→ Activity
Take the records below and print them verbatim up to and including the line that carries "if args.source is".

[Collected data entries]
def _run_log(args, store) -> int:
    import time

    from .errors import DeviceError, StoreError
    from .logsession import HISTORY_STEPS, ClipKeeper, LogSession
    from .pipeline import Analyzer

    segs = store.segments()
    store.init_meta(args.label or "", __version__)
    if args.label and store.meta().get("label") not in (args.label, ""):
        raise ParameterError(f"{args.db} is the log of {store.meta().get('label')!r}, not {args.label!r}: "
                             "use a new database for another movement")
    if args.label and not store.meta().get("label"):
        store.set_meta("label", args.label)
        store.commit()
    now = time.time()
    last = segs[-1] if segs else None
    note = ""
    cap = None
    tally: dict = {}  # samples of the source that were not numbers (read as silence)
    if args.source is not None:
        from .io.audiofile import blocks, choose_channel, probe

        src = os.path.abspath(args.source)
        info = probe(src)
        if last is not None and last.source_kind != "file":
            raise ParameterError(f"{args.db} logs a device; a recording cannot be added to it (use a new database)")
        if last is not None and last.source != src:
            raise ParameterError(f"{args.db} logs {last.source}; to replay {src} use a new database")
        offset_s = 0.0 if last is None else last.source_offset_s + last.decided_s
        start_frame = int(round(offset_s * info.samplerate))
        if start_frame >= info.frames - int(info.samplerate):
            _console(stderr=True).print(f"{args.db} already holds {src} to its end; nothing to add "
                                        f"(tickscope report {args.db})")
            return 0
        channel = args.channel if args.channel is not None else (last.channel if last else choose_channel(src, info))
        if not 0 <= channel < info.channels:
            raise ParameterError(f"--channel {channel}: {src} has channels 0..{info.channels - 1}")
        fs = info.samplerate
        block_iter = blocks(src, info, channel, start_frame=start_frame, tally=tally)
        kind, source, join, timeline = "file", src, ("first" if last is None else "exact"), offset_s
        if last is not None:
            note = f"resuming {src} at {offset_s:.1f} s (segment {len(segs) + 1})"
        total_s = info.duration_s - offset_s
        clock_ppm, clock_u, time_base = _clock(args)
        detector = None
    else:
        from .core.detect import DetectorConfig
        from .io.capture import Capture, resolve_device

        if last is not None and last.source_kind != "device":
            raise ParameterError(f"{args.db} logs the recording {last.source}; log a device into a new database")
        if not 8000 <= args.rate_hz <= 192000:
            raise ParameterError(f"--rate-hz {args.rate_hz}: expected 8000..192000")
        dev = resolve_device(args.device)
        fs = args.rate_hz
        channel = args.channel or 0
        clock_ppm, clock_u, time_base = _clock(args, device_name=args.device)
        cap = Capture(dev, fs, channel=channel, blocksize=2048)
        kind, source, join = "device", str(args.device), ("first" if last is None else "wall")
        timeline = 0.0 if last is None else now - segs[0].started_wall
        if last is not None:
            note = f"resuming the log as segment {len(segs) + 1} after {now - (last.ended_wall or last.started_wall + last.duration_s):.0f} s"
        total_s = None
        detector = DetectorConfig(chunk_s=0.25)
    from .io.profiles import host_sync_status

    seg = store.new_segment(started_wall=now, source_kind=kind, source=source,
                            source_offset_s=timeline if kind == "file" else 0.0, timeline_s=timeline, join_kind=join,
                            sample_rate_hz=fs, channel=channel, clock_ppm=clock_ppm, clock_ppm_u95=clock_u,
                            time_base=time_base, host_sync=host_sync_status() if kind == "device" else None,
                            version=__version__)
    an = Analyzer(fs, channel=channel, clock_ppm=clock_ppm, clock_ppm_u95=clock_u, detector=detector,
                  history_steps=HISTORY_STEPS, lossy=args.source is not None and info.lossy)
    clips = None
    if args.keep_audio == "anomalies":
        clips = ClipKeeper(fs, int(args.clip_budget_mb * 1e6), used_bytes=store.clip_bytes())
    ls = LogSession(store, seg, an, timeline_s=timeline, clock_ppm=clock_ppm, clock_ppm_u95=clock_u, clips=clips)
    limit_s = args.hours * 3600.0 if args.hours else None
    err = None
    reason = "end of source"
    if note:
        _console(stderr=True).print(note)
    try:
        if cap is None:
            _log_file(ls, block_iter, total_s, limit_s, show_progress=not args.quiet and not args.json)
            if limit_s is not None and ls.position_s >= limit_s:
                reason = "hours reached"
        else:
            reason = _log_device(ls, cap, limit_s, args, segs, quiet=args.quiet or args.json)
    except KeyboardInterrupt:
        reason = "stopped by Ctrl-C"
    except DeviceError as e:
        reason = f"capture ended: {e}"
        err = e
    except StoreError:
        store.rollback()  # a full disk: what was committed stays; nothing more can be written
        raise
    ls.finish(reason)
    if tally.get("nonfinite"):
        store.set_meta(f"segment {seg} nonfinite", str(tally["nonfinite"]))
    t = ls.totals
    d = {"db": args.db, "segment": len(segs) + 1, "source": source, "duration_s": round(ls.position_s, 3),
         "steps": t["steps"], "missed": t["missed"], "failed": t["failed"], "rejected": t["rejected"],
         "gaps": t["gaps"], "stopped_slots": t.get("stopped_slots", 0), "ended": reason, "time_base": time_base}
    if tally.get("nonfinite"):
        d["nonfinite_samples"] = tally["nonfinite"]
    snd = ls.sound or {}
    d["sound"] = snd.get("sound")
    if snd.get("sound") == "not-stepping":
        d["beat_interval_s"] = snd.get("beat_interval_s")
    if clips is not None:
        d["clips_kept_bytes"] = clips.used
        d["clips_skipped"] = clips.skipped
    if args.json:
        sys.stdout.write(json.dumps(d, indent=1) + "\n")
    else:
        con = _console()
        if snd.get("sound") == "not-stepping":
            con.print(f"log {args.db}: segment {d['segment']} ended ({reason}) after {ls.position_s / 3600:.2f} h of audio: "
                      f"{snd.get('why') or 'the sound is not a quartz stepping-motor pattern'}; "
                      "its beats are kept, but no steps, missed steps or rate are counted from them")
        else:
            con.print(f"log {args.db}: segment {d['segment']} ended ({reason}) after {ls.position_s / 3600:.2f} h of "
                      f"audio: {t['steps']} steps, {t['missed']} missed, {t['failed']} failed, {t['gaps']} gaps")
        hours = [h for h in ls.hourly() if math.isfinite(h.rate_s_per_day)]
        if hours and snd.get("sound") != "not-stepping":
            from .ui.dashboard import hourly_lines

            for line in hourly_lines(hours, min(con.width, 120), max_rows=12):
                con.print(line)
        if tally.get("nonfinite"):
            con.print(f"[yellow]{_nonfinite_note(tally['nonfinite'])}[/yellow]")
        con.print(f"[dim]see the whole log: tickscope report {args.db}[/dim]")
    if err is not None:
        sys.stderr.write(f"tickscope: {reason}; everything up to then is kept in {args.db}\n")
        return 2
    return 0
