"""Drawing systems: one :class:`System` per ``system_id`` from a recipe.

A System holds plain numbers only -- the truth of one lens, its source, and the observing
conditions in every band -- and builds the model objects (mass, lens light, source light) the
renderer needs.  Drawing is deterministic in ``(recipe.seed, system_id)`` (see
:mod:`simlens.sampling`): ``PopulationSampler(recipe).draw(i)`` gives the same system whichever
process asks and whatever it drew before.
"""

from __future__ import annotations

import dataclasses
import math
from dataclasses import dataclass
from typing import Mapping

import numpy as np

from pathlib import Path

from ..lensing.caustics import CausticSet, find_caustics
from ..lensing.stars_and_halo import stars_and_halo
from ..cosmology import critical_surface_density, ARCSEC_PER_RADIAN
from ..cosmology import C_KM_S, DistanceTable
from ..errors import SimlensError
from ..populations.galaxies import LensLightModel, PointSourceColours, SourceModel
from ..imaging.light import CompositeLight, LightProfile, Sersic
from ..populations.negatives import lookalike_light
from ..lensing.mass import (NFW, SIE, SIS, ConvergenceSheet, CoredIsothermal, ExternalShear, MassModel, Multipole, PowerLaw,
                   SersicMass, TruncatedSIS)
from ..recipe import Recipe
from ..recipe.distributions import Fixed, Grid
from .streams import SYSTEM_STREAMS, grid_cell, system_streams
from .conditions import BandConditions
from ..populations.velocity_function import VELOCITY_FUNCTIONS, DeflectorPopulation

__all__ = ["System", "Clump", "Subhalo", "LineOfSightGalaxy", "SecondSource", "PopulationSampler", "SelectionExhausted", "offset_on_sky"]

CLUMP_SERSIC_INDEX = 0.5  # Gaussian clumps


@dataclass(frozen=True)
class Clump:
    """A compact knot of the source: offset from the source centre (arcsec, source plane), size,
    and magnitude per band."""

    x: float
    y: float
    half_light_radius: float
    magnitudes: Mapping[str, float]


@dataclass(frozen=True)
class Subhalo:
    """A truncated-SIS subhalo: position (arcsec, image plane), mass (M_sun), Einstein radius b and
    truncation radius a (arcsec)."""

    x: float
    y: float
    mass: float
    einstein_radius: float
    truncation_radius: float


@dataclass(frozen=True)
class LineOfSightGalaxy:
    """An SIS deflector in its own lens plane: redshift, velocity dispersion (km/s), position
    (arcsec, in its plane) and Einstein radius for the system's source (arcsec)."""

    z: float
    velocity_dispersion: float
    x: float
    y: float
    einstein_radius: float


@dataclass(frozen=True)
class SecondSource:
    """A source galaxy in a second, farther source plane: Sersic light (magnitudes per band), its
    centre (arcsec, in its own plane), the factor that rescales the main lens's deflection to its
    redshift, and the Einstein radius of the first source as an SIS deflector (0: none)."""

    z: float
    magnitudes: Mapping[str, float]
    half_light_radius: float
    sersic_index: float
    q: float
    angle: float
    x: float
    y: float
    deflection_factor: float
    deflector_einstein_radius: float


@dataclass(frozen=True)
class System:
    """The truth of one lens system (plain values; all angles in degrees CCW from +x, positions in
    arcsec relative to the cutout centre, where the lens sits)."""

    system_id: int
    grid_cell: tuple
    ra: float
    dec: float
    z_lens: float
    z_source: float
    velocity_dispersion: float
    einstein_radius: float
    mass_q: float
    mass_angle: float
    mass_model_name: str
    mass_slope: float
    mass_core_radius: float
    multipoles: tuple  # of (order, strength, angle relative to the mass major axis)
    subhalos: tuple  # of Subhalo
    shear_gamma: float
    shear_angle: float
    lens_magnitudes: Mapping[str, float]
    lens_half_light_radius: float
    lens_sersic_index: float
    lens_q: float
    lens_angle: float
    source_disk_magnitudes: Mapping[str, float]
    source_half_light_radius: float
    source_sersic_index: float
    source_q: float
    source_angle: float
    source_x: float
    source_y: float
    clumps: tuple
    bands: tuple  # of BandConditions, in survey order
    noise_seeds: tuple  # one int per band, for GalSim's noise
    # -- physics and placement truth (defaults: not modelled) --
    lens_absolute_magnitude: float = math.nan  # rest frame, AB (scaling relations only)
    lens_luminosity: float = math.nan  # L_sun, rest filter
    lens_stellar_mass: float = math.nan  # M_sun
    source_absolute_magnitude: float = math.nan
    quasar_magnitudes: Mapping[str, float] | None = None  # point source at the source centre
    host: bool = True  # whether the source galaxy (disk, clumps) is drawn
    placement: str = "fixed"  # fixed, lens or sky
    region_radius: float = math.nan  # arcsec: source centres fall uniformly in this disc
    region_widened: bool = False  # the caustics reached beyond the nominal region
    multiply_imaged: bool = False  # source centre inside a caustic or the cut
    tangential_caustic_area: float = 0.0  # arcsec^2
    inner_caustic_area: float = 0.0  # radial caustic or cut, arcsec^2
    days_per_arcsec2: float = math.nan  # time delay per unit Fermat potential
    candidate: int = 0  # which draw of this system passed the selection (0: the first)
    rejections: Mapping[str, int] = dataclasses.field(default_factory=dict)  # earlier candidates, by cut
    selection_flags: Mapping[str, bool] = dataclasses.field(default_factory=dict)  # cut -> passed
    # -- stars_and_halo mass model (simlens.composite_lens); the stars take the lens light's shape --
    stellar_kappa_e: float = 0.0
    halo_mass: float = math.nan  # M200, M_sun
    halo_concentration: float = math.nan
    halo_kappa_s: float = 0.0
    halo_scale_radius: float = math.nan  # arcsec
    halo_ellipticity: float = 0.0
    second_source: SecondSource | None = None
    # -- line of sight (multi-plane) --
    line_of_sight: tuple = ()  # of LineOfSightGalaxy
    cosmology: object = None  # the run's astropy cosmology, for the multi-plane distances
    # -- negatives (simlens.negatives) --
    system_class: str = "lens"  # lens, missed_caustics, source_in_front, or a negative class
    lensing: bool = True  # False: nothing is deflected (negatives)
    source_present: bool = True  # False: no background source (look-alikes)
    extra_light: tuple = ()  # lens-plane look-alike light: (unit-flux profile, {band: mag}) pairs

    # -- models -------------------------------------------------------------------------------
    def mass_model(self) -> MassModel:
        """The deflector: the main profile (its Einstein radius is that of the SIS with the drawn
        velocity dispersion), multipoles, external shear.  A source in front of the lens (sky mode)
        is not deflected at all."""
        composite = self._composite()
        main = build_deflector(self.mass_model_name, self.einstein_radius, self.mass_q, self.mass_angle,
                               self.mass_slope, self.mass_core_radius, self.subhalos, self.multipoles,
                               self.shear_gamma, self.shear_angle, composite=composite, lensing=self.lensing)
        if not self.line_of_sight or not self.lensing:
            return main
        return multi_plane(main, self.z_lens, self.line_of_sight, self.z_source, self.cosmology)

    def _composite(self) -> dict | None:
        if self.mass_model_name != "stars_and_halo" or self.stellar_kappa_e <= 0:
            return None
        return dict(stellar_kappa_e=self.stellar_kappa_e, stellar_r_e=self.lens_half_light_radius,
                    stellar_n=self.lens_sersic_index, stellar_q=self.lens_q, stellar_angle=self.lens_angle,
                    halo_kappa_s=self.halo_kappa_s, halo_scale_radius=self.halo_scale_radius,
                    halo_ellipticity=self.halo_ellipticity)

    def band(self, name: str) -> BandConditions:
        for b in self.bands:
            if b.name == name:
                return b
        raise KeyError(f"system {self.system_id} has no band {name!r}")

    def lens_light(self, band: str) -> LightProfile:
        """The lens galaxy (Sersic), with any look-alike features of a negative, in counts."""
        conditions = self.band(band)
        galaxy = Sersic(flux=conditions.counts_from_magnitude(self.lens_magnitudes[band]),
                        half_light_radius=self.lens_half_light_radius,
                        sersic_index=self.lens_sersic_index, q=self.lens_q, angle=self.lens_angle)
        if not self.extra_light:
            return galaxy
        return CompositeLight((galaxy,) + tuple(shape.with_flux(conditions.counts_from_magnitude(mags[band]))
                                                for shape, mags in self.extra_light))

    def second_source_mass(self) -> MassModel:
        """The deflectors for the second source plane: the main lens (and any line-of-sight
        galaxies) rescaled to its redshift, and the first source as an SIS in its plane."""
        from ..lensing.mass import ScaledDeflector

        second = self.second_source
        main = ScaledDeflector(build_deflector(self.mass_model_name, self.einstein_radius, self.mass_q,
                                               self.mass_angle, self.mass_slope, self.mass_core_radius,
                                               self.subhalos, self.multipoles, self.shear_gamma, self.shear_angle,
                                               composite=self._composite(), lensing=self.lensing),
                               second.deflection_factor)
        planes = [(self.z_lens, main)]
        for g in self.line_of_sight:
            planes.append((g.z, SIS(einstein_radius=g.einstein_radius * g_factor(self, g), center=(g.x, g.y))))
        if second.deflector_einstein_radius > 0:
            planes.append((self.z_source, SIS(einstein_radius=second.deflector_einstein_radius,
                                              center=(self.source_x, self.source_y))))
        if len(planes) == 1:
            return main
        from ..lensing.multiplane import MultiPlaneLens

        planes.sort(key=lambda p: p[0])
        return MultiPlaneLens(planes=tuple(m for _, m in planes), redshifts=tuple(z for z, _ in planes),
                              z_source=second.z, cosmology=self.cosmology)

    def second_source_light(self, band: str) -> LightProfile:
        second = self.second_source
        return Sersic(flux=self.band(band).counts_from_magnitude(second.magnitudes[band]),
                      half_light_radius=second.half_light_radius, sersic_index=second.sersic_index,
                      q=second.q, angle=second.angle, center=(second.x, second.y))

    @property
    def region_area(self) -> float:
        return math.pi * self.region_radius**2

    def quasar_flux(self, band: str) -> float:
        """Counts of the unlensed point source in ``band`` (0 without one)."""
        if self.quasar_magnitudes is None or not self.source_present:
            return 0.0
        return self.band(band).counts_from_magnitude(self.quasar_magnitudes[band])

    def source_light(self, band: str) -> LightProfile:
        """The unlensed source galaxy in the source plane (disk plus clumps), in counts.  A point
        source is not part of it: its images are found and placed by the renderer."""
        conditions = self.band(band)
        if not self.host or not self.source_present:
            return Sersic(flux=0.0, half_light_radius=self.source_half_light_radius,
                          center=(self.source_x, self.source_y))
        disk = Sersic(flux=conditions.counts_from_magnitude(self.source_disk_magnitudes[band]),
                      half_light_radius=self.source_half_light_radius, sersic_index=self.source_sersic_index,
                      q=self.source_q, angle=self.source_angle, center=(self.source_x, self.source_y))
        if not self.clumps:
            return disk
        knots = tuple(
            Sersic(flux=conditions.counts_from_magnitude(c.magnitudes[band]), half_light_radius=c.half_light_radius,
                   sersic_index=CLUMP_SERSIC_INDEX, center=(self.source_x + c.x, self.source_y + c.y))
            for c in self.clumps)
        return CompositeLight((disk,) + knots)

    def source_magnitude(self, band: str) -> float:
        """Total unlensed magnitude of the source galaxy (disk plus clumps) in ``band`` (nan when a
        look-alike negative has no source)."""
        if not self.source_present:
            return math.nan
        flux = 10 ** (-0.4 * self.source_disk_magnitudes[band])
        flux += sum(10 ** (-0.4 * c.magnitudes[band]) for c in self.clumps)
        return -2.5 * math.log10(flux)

→ Task result
def _run_log(args, store) -> int:
    import time

    from .errors import DeviceError, StoreError
    from .logsession import HISTORY_STEPS, ClipKeeper, LogSession
    from .pipeline import Analyzer

    segs = store.segments()
    store.init_meta(args.label or "", __version__)
    if args.label and store.meta().get("label") not in (args.label, ""):
        raise ParameterError(f"{args.db} is the log of {store.meta().get('label')!r}, not {args.label!r}: "
                             "use a new database for another movement")
    if args.label and not store.meta().get("label"):
        store.set_meta("label", args.label)
        store.commit()
    now = time.time()
    last = segs[-1] if segs else None
    note = ""
    cap = None
    tally: dict = {}  # samples of the source that were not numbers (read as silence)
    if args.source is not None:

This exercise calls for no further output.